In the past several years, a number of artificial estrogens have been developed to provide some of the benefits of estrogen replacement therapy while avoiding some of the risks for women who aren't good candidates for MHT. In other words, the artificial estrogens act like estrogens with some of the body's tissues, but they don't act like estrogens with others. These so-called “designer estrogens” are more correctly referred to as selective estrogen receptor modulators or SERMs Some health care providers prescribe SERMs to combat bone loss in postmenopausal patients who can't or choose not to use MHT but who are at risk of developing osteoporosis. Following are the most common SERMs in use today:
Tamoxifen (sold under the brand name Nolvadex) has been in use for some years to help reduce the potential for recurrence of estrogen-dependent breast cancer in women with a history of that disease. Ongoing study and scrutiny of Tamoxifen indicate that it isn't an “ideal answer” for postmenopausal women. Some studies have linked it to an increased risk of endometrial polyps, blood clots, and possibly precancerous endometrial hyperplasia.

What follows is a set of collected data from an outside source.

//! The effective diameter that would fit.
//!
//! Comes in: an orifice that was tried, and the range of the first stage. Goes out: the diameters with which the largest
//! allowed injection falls in the middle, at the top and at the bottom of the range. Flow goes with the square of the
//! diameter; the hole that would fit is taken to be known as well as the one that was tried.

use super::injection::Feed;
use super::options::LARGEST_SHORTFALL;

/// Halvings of a factor between 0 and 64: to a part in 10⁹.
const HALVINGS: usize = 40;
/// Holes that pass this many times as much are not looked for.
const LARGEST_SCALE: f64 = 64.0;

/// Effective diameters that would fit, µm.
#[derive(Debug, Clone, Copy, PartialEq)]
pub struct FittingDiameter {
    /// The IP at which `um` is set, bar gauge: the middle of the range, or its top where only a smaller hole at a higher IP
    /// is known well enough.
    pub ip_bar_gauge: f64,
    /// The diameter whose setting lies there.
    pub um: f64,
    /// The diameter whose setting lies at the top of the range: the smallest that fits.
    pub smallest_um: f64,
    /// The diameter whose setting lies at the bottom of the range, where that one fits, else `um`.
    pub largest_um: f64,
}

impl FittingDiameter {
    /// For a range in bar gauge; none when even the right hole would be too lean.
    pub(super) fn of(feed: &Feed<'_>, diameter_um: f64, (low, high): (f64, f64)) -> Option<Self> {
        let at = |ip| Some(diameter_um * scale_for(feed, ip)?.sqrt());
        let smallest_um = at(high)?;
        let middle = 0.5 * (low + high);
        let (ip_bar_gauge, um) = at(middle).map_or((high, smallest_um), |um| (middle, um));
        Some(Self { ip_bar_gauge, um, smallest_um, largest_um: at(low).unwrap_or(um) })
    }
}

/// How many times as much the hole must pass so that `ip_bar` is its setting.
fn scale_for(feed: &Feed<'_>, ip_bar: f64) -> Option<f64> {
    let (mut good, mut bad) = (0.0, LARGEST_SCALE);
    for _ in 0..HALVINGS {
        let middle = 0.5 * (good + bad);
        if allowed(&feed.scaled(middle), ip_bar) {
            good = middle;
        } else {
            bad = middle;
        }
    }
    let lean = good > 0.0 && shortfall_of_leanest(&feed.scaled(good), ip_bar) <= LARGEST_SHORTFALL;
    lean.then_some(good)
}

/// Whether an IP keeps the chance and the least shortfall.
pub(super) fn allowed(feed: &Feed<'_>, ip_bar: f64) -> bool {
    let held = feed.used.held_at_m();
    let most = (1.0 - feed.used.shortfall) * feed.uptake.uptake_l_min;
    feed.injected(ip_bar, held).richest_l_min <= most && feed.chance(ip_bar, held) <= feed.used.chance
}

/// Shortfall of the leanest injection where the chance is held, as a share of the uptake.
pub(super) fn shortfall_of_leanest(feed: &Feed<'_>, ip_bar: f64) -> f64 {
    1.0 - feed.injected(ip_bar, feed.used.held_at_m()).leanest_l_min / feed.uptake.uptake_l_min
}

Raloxifene was approved by the FDA in 1997 for use in the prevention of osteoporosis, and was marketed in 1998 under the brand name Evista. Though still under study, raloxifene has been found to maintain a certain amount of bone density in some patients, without increasing the risk of breast or uterine cancer. Because it doesn't appear to have any adverse effects on the endometrium, women who still have their uterus don't need to take progestin or progesterone when on raloxifene. However, some studies show that raloxifene is only about half as effective as estrogen at increasing bone density. Raloxifene's effect on cholesterol is still unknown; though it appears to reduce LDL cholesterol, it hasn't been shown to increase “good” HDL cholesterol the way estrogen does. The risk of blood clots with raloxifene seems to be similar to that of estrogen, and raloxifene has shown no beneficial effect in reducing hot flashes. It actually increases hot flashes in some patients.
SERMs show great promise for postmenopausal treatment without the risks of traditional hormones. They are typically used for treatment of bone loss, and more recently, for vaginal atrophy. New versions of this category of drug are being developed, and side effects are being studied to see whether they are a good substitute for hormones in women who have those symptoms.
Lasofoxifene, one of the newer SERMs, was shown, at a 2005 meeting of the North American Menopause Society (NAMS), to relieve the symptoms of vaginal atrophy, and is the first SERM to definitively improve this menopausal symptom.